Exercise details – Could you copy every line of the data that contains "push"?

Collected data entries:
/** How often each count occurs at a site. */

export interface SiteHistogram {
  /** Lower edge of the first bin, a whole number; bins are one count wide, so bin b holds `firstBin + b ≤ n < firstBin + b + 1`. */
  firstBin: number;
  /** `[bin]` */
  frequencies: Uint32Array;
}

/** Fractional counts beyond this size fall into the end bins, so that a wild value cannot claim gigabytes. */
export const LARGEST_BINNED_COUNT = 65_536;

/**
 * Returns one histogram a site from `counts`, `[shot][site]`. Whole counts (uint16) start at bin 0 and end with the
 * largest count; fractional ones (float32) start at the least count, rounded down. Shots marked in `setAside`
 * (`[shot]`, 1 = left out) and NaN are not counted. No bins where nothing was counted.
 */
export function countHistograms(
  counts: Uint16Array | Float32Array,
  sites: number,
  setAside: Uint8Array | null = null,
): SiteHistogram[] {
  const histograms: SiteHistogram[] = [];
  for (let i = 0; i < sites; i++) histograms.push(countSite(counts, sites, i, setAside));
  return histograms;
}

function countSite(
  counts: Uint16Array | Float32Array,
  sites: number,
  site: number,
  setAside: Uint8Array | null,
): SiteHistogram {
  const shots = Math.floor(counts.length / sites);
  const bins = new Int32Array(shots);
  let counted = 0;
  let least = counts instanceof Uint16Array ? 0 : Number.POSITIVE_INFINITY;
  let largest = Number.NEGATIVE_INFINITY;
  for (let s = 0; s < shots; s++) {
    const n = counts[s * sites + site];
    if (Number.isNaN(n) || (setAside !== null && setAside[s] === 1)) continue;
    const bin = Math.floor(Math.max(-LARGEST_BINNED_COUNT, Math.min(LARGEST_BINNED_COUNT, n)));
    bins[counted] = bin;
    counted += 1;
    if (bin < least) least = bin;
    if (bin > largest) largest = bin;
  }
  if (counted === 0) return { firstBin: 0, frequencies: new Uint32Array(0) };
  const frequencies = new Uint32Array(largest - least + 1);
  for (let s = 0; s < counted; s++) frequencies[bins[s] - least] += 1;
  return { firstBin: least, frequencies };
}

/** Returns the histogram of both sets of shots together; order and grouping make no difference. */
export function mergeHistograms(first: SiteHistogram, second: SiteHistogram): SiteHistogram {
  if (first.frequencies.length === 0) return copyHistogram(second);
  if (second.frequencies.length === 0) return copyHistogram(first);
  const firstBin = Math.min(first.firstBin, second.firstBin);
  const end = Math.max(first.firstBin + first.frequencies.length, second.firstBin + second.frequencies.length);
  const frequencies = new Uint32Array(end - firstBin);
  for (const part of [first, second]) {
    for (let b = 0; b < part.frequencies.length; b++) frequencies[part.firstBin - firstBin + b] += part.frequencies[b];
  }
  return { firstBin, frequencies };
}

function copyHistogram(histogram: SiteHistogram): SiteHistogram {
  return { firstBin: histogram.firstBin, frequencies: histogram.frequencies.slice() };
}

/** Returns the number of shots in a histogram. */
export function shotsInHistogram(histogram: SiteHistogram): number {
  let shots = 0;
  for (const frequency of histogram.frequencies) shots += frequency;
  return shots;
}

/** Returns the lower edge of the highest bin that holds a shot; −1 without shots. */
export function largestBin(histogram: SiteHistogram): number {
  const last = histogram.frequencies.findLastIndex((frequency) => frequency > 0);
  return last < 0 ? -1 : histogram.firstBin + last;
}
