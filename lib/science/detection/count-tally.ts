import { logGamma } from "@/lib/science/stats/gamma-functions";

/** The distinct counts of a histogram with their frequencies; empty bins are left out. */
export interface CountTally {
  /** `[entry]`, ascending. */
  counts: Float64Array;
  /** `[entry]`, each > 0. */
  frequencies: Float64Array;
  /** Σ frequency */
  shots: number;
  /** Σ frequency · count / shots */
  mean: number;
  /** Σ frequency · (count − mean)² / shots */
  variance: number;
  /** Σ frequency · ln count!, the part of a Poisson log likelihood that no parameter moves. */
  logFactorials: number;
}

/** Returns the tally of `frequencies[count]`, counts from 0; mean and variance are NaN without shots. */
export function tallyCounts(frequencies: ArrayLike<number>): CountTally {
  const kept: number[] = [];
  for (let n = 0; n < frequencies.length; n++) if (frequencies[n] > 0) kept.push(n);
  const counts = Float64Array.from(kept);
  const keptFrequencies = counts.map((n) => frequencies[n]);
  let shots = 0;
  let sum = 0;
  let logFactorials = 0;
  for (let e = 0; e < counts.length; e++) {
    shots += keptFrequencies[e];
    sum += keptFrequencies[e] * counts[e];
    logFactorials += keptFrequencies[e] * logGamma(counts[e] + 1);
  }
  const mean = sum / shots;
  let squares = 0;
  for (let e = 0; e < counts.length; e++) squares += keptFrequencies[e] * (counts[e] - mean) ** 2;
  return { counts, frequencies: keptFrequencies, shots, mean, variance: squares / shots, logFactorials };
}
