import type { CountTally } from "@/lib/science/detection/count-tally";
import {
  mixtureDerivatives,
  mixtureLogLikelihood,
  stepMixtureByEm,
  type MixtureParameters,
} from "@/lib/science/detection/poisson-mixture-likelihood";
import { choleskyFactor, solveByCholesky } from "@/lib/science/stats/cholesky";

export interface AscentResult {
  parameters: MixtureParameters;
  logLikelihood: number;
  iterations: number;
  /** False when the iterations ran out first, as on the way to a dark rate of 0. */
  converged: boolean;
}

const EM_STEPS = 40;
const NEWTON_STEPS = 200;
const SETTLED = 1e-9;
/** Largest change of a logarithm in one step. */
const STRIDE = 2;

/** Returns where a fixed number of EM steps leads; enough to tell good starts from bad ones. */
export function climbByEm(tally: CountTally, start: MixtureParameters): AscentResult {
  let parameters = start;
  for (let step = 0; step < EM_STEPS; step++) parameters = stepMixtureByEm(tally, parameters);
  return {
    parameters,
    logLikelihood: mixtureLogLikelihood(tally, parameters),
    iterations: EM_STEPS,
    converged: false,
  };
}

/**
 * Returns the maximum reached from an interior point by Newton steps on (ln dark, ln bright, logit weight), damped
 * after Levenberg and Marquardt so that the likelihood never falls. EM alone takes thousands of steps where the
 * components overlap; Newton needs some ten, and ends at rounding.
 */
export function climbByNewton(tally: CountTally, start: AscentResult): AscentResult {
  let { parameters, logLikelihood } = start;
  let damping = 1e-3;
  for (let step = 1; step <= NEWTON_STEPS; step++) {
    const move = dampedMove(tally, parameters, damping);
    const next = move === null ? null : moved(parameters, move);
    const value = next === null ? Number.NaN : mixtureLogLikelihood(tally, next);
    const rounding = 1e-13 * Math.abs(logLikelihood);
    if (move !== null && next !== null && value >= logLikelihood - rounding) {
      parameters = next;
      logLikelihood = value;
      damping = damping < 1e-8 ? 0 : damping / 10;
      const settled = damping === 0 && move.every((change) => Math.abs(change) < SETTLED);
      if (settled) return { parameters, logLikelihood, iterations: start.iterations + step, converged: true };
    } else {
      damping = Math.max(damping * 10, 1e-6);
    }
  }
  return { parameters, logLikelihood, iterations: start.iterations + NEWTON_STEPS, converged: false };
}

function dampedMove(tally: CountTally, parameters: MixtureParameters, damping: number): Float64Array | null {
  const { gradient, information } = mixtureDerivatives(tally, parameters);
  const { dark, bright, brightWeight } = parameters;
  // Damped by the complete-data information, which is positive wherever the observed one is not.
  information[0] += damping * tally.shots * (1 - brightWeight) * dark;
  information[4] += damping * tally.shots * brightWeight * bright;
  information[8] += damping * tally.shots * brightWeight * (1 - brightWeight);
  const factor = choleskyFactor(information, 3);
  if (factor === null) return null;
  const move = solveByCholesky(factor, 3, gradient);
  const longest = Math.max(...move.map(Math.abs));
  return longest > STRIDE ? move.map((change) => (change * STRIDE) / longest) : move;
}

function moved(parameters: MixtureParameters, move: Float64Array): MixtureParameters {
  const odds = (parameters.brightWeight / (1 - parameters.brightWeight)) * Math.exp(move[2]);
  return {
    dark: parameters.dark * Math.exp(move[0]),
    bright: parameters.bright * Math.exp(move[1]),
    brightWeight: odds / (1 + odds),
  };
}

Output for this task –
  for (let i = 0; i < sites; i++) histograms.push(countSite(counts, sites, i, setAside));
  for (let n = 0; n < frequencies.length; n++) if (frequencies[n] > 0) kept.push(n);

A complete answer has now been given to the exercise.